» Work to be completed
Where a line of the data below has the string "filled", copy that line.

(Entries taken from a collection)

((

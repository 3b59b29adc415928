"""Progress on disk: read back to the last bit, torn and foreign records dropped."""

from __future__ import annotations

import os
import time
from pathlib import Path

import numpy as np
import pytest

from optics.study.store import Store, clear_abandoned, content_key, progress_folder


def filled(path: Path) -> Store:
    store = Store(path, 2, 10)
    store.add(np.array([3, 1]), np.array([[0.1, np.nan], [1.0 / 3.0, -2.0]]))
    store.add(np.array([7]), np.array([[5e-324, 1e300]]))
    return store


def test_values_come_back_to_the_last_bit(tmp_path: Path) -> None:
    path = tmp_path / "deep" / "one.part"
    assert Store(path, 2, 10).load()[0].size == 0
    filled(path)
    places, values = Store(path, 2, 10).load()
    assert places.tolist() == [3, 1, 7]
    expected = np.array([[0.1, np.nan], [1.0 / 3.0, -2.0], [5e-324, 1e300]])
    assert values.tobytes() == expected.tobytes()


@pytest.mark.parametrize("cut", [1, 17, 27])
def test_a_record_cut_short_is_dropped_and_written_over(tmp_path: Path, cut: int) -> None:
    path = tmp_path / "one.part"
    filled(path)
    os.truncate(path, path.stat().st_size - cut)
    store = Store(path, 2, 10)
    assert store.load()[0].tolist() == [3, 1]
    store.add(np.array([4]), np.array([[1.0, 2.0]]))
    assert Store(path, 2, 10).load()[0].tolist() == [3, 1, 4]


def test_a_spoiled_record_ends_what_is_trusted(tmp_path: Path) -> None:
    path = tmp_path / "one.part"
    filled(path)
    raw = bytearray(path.read_bytes())
    raw[30] ^= 1  # in the second record
    path.write_bytes(raw)
    assert Store(path, 2, 10).load()[0].tolist() == [3]


def test_places_outside_the_grid_are_not_taken(tmp_path: Path) -> None:
    filled(tmp_path / "one.part")
    assert Store(tmp_path / "one.part", 2, 7).load()[0].tolist() == [3, 1]


def test_a_failure_to_write_is_told_and_keeps_what_was_there(tmp_path: Path) -> None:
    path = tmp_path / "folder" / "one.part"
    store = filled(path)
    path.rename(tmp_path / "saved")
    path.parent.rmdir()
    path.parent.write_text("no folder")  # now nothing can be written there
    store.add(np.array([9]), np.array([[1.0, 2.0]]))
    assert store.trouble is not None
    assert str(path) in store.trouble
    store.add(np.array([8]), np.array([[1.0, 2.0]]))  # does nothing, raises nothing
    assert Store(tmp_path / "saved", 2, 10).load()[0].tolist() == [3, 1, 7]


def test_a_full_disk_is_told() -> None:
    if not Path("/dev/full").exists():
        pytest.skip("this system has no device that is always full")
    store = Store(Path("/dev/full"), 2, 10)
    store.add(np.array([9]), np.array([[1.0, 2.0]]))
    assert store.trouble == "/dev/full: No space left on device"


def test_discarding_removes_the_file(tmp_path: Path) -> None:
    store = filled(tmp_path / "one.part")
    store.discard()
    assert list(tmp_path.iterdir()) == []
    store.discard()


def test_keys_do_not_depend_on_order_but_on_every_value() -> None:
    assert content_key({"a": 1, "b": [2.0]}) == content_key({"b": [2.0], "a": 1})
    assert content_key({"a": 1}) != content_key({"a": 2})


def test_progress_is_kept_in_the_users_cache(monkeypatch: pytest.MonkeyPatch) -> None:
    monkeypatch.setenv("XDG_CACHE_HOME", "/somewhere")
    assert progress_folder() == Path("/somewhere/outcouple/studies")


def test_only_what_was_left_long_ago_is_cleared(tmp_path: Path) -> None:
    names = ("sweep-a.part", "sweep-b.part", "sweep-mine.part", "notes.txt")
    old, new, mine, foreign = (tmp_path / name for name in names)
    for path in (old, new, mine, foreign):
        path.write_bytes(b"1")
    for path in (old, mine, foreign):
        os.utime(path, (0, time.time() - 31 * 86400))
    clear_abandoned(tmp_path, besides=mine)
    assert set(tmp_path.iterdir()) == {new, mine, foreign}
    clear_abandoned(tmp_path / "no such folder", besides=mine)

))

» Answer box
def filled(path: Path) -> Store:
    filled(path)
    filled(path)
    filled(path)
    filled(tmp_path / "one.part")
    store = filled(path)
    store = filled(tmp_path / "one.part")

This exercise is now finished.